Much of the smuggling traffic is strictly commercial. Sheep are moved from Iraq to Syria, where herders can garner nearly $100 more per head on the black market. Refined gasoline goes in the other direction, to Iraq, where prices are exponentially higher.
U.S. officials have seized stocks of baseball caps, women's underwear and cigarettes traversing the border in an attempt to avoid heavy tariffs at official border crossings.
But sometimes the smugglers are leading small groups of foreign fighters and young men recruited as suicide bombers, U.S. commanders in Iraq's northern region say.
Lt. Col. Fred Johnson, deputy commander of the 3rd Stryker Brigade Combat Team, 2nd Infantry Division in Mosul, said that it's not so much the foreign fighters that draw concern but the sacks filled with cash that allow fighters to buy weapons and explosives that are already in Iraq.
U.S. and Iraqi forces recently found a group of 10 donkeys crossing the border packed with an enormous amount of cigarettes, raising concerns about the amount of money that could also go across the border.
"If 10 donkeys can carry 66,000 packs of cigarettes, how much money can they carry?" said Capt. Paul Curry, 32, of Huntsville, Ala. Curry commands Apache Troop, 3rd Squadron, 4th Cavalry Regiment at a U.S. camp just a few feet from the official Rabiyah point of entry into Iraq. Border controls have improved, he said, but "we have no idea what we have missed so far. It's like looking for a needle in a haystack."
Iraqi officials who control the gateway say that as many as 2,000 people with Iraqi passports and as many as 500 foreigners pass into Iraq through Rabiyah each day, in addition to nearly 300 commercial trucks, 80 cars and as many as 30 buses.
Raid Jamal, assistant manager of the border crossing, said that the border generates 3 billion Iraqi dinars each month -- about $2 million -- in customs duties and taxes but that the system has been mired in corruption for many years and needs to be cleaned up.
U.S. troops in the area are concerned that controls are too loose. For instance, the passport office is sparse and includes a single officer sitting at a desk behind a barred window where travelers line up to show their passports. The officer simply enters the information from each passport into a small ledger.
"The only thing he's really doing is nothing more than creating a historical log," said 1st Sgt. Richard DeLeon, 40, of Shafter, Calif., also a member of Apache Troop. "We can't scan your passport to find out if it's fake, we can't scan your photo. You can come in if you have a legitimate passport or a good fake. The weapons are already in Iraq. All you really need to do is bring money."
Lt. Col. Malcolm Frost, who commands 3rd Squadron, 4th Cavalry Regiment, said the Rabiyah border entry needs shoring up. He cited plans to add high-tech passport technology, which would make it easier to identify foreign fighters, and a new, secure processing office in the next couple of months.
One of the few anti-smuggling measures the crossing already has is X-ray technology that scans trucks. It can detect trucks with false bottoms and compartments in which people and weapons can be hidden. On Monday, Frost watched as a truck was scanned and turned back for carrying used car parts, which are illegal to transport into Iraq and could be used to hide bomb parts.
"We're continually improving the ability to detect," Frost said. But the miles of earthen berm away from the crossing have proven difficult to monitor.
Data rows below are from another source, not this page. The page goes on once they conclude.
import { describe, expect, it } from 'vitest';
import { main } from '../../src/cli/main.ts';
import { FORMATS, formatOf } from '../../src/cli/output.ts';
import { Collector, madeStreams } from './made.ts';

describe('the format of the output', () => {
  it.each([
    [undefined, undefined, 'table'],
    [undefined, 'a.json', 'json'],
    [undefined, 'a.NDJSON', 'ndjson'],
    [undefined, 'a.jsonl', 'ndjson'],
    [undefined, 'runs.csv/a.csv', 'csv'],
    [undefined, 'a.arrow', 'arrow'],
    [undefined, 'a.arrows', 'arrow'],
    [undefined, 'a.feather', 'arrow'],
    // The ending of a folder, a name without one, and an ending that says nothing.
    [undefined, 'runs.csv/a', 'table'],
    [undefined, 'csv', 'table'],
    [undefined, 'a.txt', 'table'],
    [undefined, 'a.constructor', 'table'],
    // What is said goes before what the ending says.
    ['csv', 'a.json', 'csv'],
    ['table', 'a.arrow', 'table'],
  ] as const)('asked %s, --out %s: %s', (asked, out, format) => {
    expect(formatOf(asked, out, FORMATS)).toBe(format);
  });

  it('is refused where the ending names one that the command does not have', () => {
    expect(formatOf(undefined, 'a.json', ['table', 'json'])).toBe('json');
    expect(() => formatOf(undefined, 'a.csv', ['table', 'json'])).toThrow(
      expect.objectContaining({ code: 'usage.format' }),
    );
    expect(formatOf('json', 'a.csv', ['table', 'json'])).toBe('json');
  });
});

it('Arrow is kept from a terminal, before anything is read', async () => {
  const streams = { ...madeStreams(), stdout: new Collector(true) };
  expect(await main(['measure', 'nowhere.bin', '--format', 'arrow'], streams)).toBe(2);
  expect(streams.stdout.text).toBe('');
  expect(streams.stderr.text).toContain('--out FILE');
  expect(streams.stderr.text).toContain('(usage.terminal)');
});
Tomlin, who trains border patrol officers, said that there are roughly 400 officers on his stretch of border and that they are getting steadily better at their jobs. They have new Chevrolet pickup trucks for patrolling and serviceable weapons. But he said they lack the infrastructure to support the equipment, and gasoline, food and electricity are hard for them to get.
He said he believes the units are about five months away from being able to operate as a competent border patrol. It could be years, however, before they can sustain themselves.